He started to protest, but instead sank down to the table. He hadn't eaten all day and even though he was feeling unusually irritable, that didn't mean he didn't need to eat.
He watched her as she got the meal ready. She was clad in some sort of baggy muumuu-like gown that covered her from neck to feet and obscured any hint of the curves beneath. And he found it sexy as hell. Maybe it was because he knew intimately what lay beneath the flowered material.
He hadn't touched her since the night they had made love, but that didn't mean he hadn't thought about it. Even though he'd come home each night beyond exhaustion, in those moments before failing asleep in his big, lonely bed, he'd thought about their night spent together.
The microwave dinged its completed heating as she set a glass of iced tea before him. "You know, you don't have to do this every night," he said as she placed the plate of chicken, rice and corn in front of him.
She sat across from him with a glass of tea for herself. "I really don't mind. There isn't much for me to do here, especially since I don't have my paints. Besides…" She smiled, the wide, generous smile that never failed to create a catch in his breathing. "Cooking for you seems to be the least I can do for your hospitality in letting me stay here."
She was too good to be true, he thought as he began to eat the meal she'd prepared. She was too centered, too generous, too easy-going and at peace with herself. He wasn't sure why, but something in his current mood made him want to pick a fight with her, see her peaceful tranquility shatter.
Instead he focused on the meal, knowing that the frustration he felt, the need to lash out at something or someone had nothing to do with her, but rather the feeling of inadequacy that gnawed at him concerning his work.
Still, the delicious meal did nothing to staunch the roiling emotions that threatened to explode inside him. The moment he finished eating, she reached for his plate but he stopped her by grabbing her wrist. "You aren't my maid, Tamara.

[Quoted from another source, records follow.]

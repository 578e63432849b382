// English and Spanish hold the same messages: the same areas, the same keys, and in each message the same
// named values ({name}, vue-i18n's named interpolation) and the same number of plural forms (`|`,
// vue-i18n v11 guide, "Pluralization"). A screen that shows a key in one language shows it in the other.
import { describe, expect, it } from 'vitest'

type Tree = Record<string, unknown>
const load = (mods: Record<string, { default: Tree }>) =>
  Object.fromEntries(Object.entries(mods).map(([file, mod]) => [file.replace(/^.*\/([^/]+)\.ts$/, '$1'), mod.default]))

const en = load(import.meta.glob<{ default: Tree }>('../../../src/i18n/en/*.ts', { eager: true }))
const es = load(import.meta.glob<{ default: Tree }>('../../../src/i18n/es/*.ts', { eager: true }))

function leaves(value: unknown, prefix: string, out: Map<string, string>): Map<string, string> {
  if (typeof value === 'string') out.set(prefix, value)
  else if (value && typeof value === 'object') for (const [k, v] of Object.entries(value)) leaves(v, prefix ? `${prefix}.${k}` : k, out)
  return out
}
const all = (files: Record<string, Tree>) => leaves(files, '', new Map())
const names = (text: string) => [...new Set([...text.matchAll(/\{(\w+)\}/g)].map((m) => m[1]))].sort()
const forms = (text: string) => text.replace(/\{'[^']*'\}/g, '').split('|').length

describe('message files', () => {
  const enKeys = all(en)
  const esKeys = all(es)

  it('every area has a file in both languages', () => {
    expect(Object.keys(es).sort()).toEqual(Object.keys(en).sort())
  })

  it('every English key has a Spanish message, and Spanish has no key English lacks', () => {
    expect([...enKeys.keys()].filter((k) => !esKeys.has(k))).toEqual([])
    expect([...esKeys.keys()].filter((k) => !enKeys.has(k))).toEqual([])
  })

  it('no message is empty', () => {
    expect([...enKeys, ...esKeys].filter(([, text]) => !text.trim()).map(([k]) => k)).toEqual([])
  })

  it('each Spanish message takes the same named values and plural forms as its English one', () => {
    const differ: string[] = []
    for (const [key, text] of enKeys) {
      const other = esKeys.get(key)
      // An English message that is only the server's own English ({text}) has a general Spanish sentence.
      if (other === undefined || text === '{text}') continue
      if (names(text).join() !== names(other).join()) differ.push(`${key}: {${names(text)}} vs {${names(other)}}`)
      if (forms(text) !== forms(other)) differ.push(`${key}: ${forms(text)} plural forms vs ${forms(other)}`)
    }
    expect(differ).toEqual([])
  })
})
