// Passing held stock from one document to the next without reserving it twice: a sales order's hold
// becomes its pick list's reservation, and a completed pick's confirmed units become the order's
// "picked, waiting at the counter" hold. The balance's reserved does not change (the same units stay held);
// only the reservation row's document changes, or splits when part of it passes on.
import type { EntityManager } from 'typeorm'
import { StockReservation } from '../../entities/StockReservation.js'
import { AppError } from '../../errors.js'
import type { DocRef } from './stockLedger.js'

/** Passes `qty` of one reservation to another document line; the rest (if any) stays with the old one. Answers the passed row. */
export async function passReservation(em: EntityManager, reservationId: number, to: DocRef, qty: number): Promise<StockReservation> {
  const r = await em.findOne(StockReservation, { where: { id: reservationId }, lock: { mode: 'pessimistic_write' } })
  if (!r) throw AppError.conflict('reservation_released', 'That reservation was released meanwhile.')
  if (!Number.isSafeInteger(qty) || qty <= 0 || qty > r.qty) {
    throw AppError.conflict('over_pick', `Only ${r.qty} are held there; ${qty} cannot be passed on.`, { params: { left: r.qty, qty } })
  }
  if (qty === r.qty) {
    await em.update(StockReservation, { id: r.id }, { docType: to.docType, docId: to.docId, docLineId: to.docLineId ?? null })
    return { ...r, docType: to.docType, docId: to.docId, docLineId: to.docLineId ?? null }
  }
  await em.update(StockReservation, { id: r.id }, { qty: r.qty - qty })
  return em.save(em.create(StockReservation, {
    balanceId: r.balanceId, itemId: r.itemId, warehouseId: r.warehouseId, binId: r.binId, lotId: r.lotId, qty,
    docType: to.docType, docId: to.docId, docLineId: to.docLineId ?? null, userId: r.userId,
  }))
}
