// Transfers between warehouses: shipped out of source bins into the destination's transit bin
// (visible there as in transit, never available to pick), then put away into storage bins.
import { In, type EntityManager } from 'typeorm'
import { Bin } from '../../entities/Bin.js'
import { Transfer, TransferLine } from '../../entities/Transfer.js'
import { Warehouse } from '../../entities/Warehouse.js'
import { AppError, problem } from '../../errors.js'
import { audit } from '../auditService.js'
import { currentAverage } from './averageCost.js'
import { currentBinByCode } from './currentRows.js'
import { applyMoves, type StockActor } from './stockLedger.js'

export const TRANSIT_BIN_CODE = 'IN-TRANSIT'

export async function transitBin(em: EntityManager, warehouseId: number): Promise<Bin> {
  await em.query(`INSERT IGNORE INTO bins (warehouse_id, code, kind, active) VALUES (?, ?, 'transit', 1)`, [warehouseId, TRANSIT_BIN_CODE])
  // A locking read sees the bin even when a concurrent first transfer created it after this
  // transaction's snapshot (a plain read did not: 500 on the first transfers into a warehouse).
  const bin = await currentBinByCode(em, warehouseId, TRANSIT_BIN_CODE)
  if (!bin) throw AppError.notFound('warehouse_not_found', 'That warehouse was not found.')
  return bin
}

export interface ShipLine {
  itemId: number
  lotId: number | null
  fromBinId: number
  qty: number
}

export async function shipTransfer(
  em: EntityManager,
  actor: StockActor,
  input: { fromWarehouseId: number; toWarehouseId: number; lines: ShipLine[]; note?: string | null },
): Promise<{ transfer: Transfer; lines: TransferLine[] }> {
  if (input.fromWarehouseId === input.toWarehouseId) {
    throw AppError.badRequest('transfer_same_warehouse', 'A transfer goes to another warehouse.', { fields: { toWarehouseId: problem('transfer_same_warehouse') } })
  }
  if (!input.lines.length) throw AppError.badRequest('lines_needed', 'A transfer needs at least one line.')
  const warehouses = await em.findBy(Warehouse, { id: In([input.fromWarehouseId, input.toWarehouseId]) })
  if (warehouses.length !== 2) throw AppError.notFound('warehouse_not_found', 'That warehouse was not found.')
  const bins = await em.findBy(Bin, { id: In(input.lines.map((l) => l.fromBinId)) })
  for (const l of input.lines) {
    const bin = bins.find((b) => b.id === l.fromBinId)
    if (!bin || bin.warehouseId !== input.fromWarehouseId) throw AppError.badRequest('transfer_bin_not_shipping', `Bin ${bin?.code ?? l.fromBinId} is not in the shipping warehouse.`, { params: { bin: bin?.code ?? String(l.fromBinId) } })
    if (bin.kind === 'transit') throw AppError.conflict('bin_in_transit', `Bin ${bin.code} holds stock in transit; receive that transfer first.`, { params: { bin: bin.code } })
  }
  const transit = await transitBin(em, input.toWarehouseId)
  const transfer = await em.save(em.create(Transfer, {
    fromWarehouseId: input.fromWarehouseId, toWarehouseId: input.toWarehouseId, status: 'in_transit', note: input.note ?? null, shippedBy: actor.userId,
  }))
  const lines = await em.save(input.lines.map((l) => em.create(TransferLine, { transferId: transfer.id, itemId: l.itemId, lotId: l.lotId, fromBinId: l.fromBinId, qty: l.qty, receivedQty: 0 })))
  const specs = []
  // The shipped cost blends into the receiving warehouse's average in applyMoves (transfer_in is costed).
  for (const line of lines) {
    const unitCost = await currentAverage(em, line.itemId, input.fromWarehouseId)
    const doc = { docType: 'transfer', docId: transfer.id, docLineId: line.id }
    specs.push(
      { moveType: 'transfer_out' as const, itemId: line.itemId, lotId: line.lotId, binId: line.fromBinId, qty: -line.qty, unitCost, doc },
      { moveType: 'transfer_in' as const, itemId: line.itemId, lotId: line.lotId, binId: transit.id, qty: line.qty, unitCost, doc },
    )
  }
  await applyMoves(em, actor, specs)
  await audit(em, actor, 'transfer.ship', 'transfer', transfer.id, { lines: lines.length })
  return { transfer, lines }
}

/** Puts away what arrived: from the transit bin into storage bins, line by line, partly if need be. */
export async function receiveTransfer(
  em: EntityManager,
  actor: StockActor,
  input: { transferId: number; lines: { lineId: number; toBinId: number; qty: number }[] },
): Promise<Transfer> {
  const transfer = await em.findOne(Transfer, { where: { id: input.transferId }, lock: { mode: 'pessimistic_write' } })
  if (!transfer) throw AppError.notFound('transfer_not_found', 'That transfer was not found.')
  if (transfer.status !== 'in_transit') throw AppError.conflict('transfer_received', 'This transfer was already received.')
  const lines = await em.findBy(TransferLine, { transferId: transfer.id })
  const transit = await transitBin(em, transfer.toWarehouseId)
  const specs = []
  for (const put of input.lines) {
    const line = lines.find((l) => l.id === put.lineId)
    if (!line) throw AppError.badRequest('transfer_line_not_found', `Line ${put.lineId} is not on this transfer.`, { params: { line: put.lineId } })
    if (line.receivedQty + put.qty > line.qty) {
      throw AppError.conflict('transfer_receive_too_many', `Only ${line.qty - line.receivedQty} left to receive on line ${line.id}.`, { params: { left: line.qty - line.receivedQty, line: line.id } })
    }
    const bin = await em.findOneBy(Bin, { id: put.toBinId })
    if (!bin || bin.warehouseId !== transfer.toWarehouseId || bin.kind === 'transit') throw AppError.badRequest('transfer_bin_not_receiving', `Bin ${bin?.code ?? put.toBinId} is not a storage bin of the receiving warehouse.`, { params: { bin: bin?.code ?? String(put.toBinId) } })
    line.receivedQty += put.qty
    const doc = { docType: 'transfer', docId: transfer.id, docLineId: line.id }
    const common = { moveType: 'bin_move' as const, itemId: line.itemId, lotId: line.lotId, doc }
    specs.push({ ...common, binId: transit.id, qty: -put.qty }, { ...common, binId: put.toBinId, qty: put.qty })
  }
  await applyMoves(em, actor, specs)
  await em.save(lines)
  if (lines.every((l) => l.receivedQty === l.qty)) {
    transfer.status = 'received'
    transfer.receivedAt = new Date()
    transfer.receivedBy = actor.userId
    await em.save(transfer)
  }
  await audit(em, actor, 'transfer.receive', 'transfer', transfer.id, { lines: input.lines.length, complete: transfer.status === 'received' })
  return transfer
}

I can put my own plate in the dishwasher."
Her eyes were huge as she gazed at him. "Okay," she said and pulled her wrist from his grip. She remained standing as if uncertain what to do next. "I'll just let you finish up here then." She picked up her sketch pad and pencils and left the kitchen.
A mixture of emotions sliced through him as he rinsed his plate and put it in the dishwasher, emotions he couldn't begin to name or even identify.
Maybe it was just a combination of exhaustion and frustration, and perhaps a bit of sexual want for the woman he shouldn't want.
He went into the living room where she was seated on one of the chairs. The television played softly, tuned to a popular sitcom. He sat in the other chair, staring unseeing at the television screen, too aware of her so close to him.
Closing his eyes, he rubbed his forehead in an attempt to dispel the visions of death that he'd viewed all day long. Greg Maxwell. Sam McClane. Tim O'Brien. He'd spent much of his day looking at the crime-scene photos, seeing those men naked and vulnerable in death.
"Clay? Are you all right? Do you have a headache?"
Her voice, so soft and solicitous both soothed and irritated at the same time. He dropped his hand from his forehead and looked at her. "No, I don't have a headache and no, I'm not all right."
"What's wrong?" Those beautiful gray eyes of hers were filled with concern. "What can I do to help?"
Her question made his irrational irritation rise to new heights. "What can you do to help?" He slid his gaze over her, pointedly lingering on the thrust of her breasts before returning to look her in the eyes. "You could take my mind off all my problems by going to bed with me."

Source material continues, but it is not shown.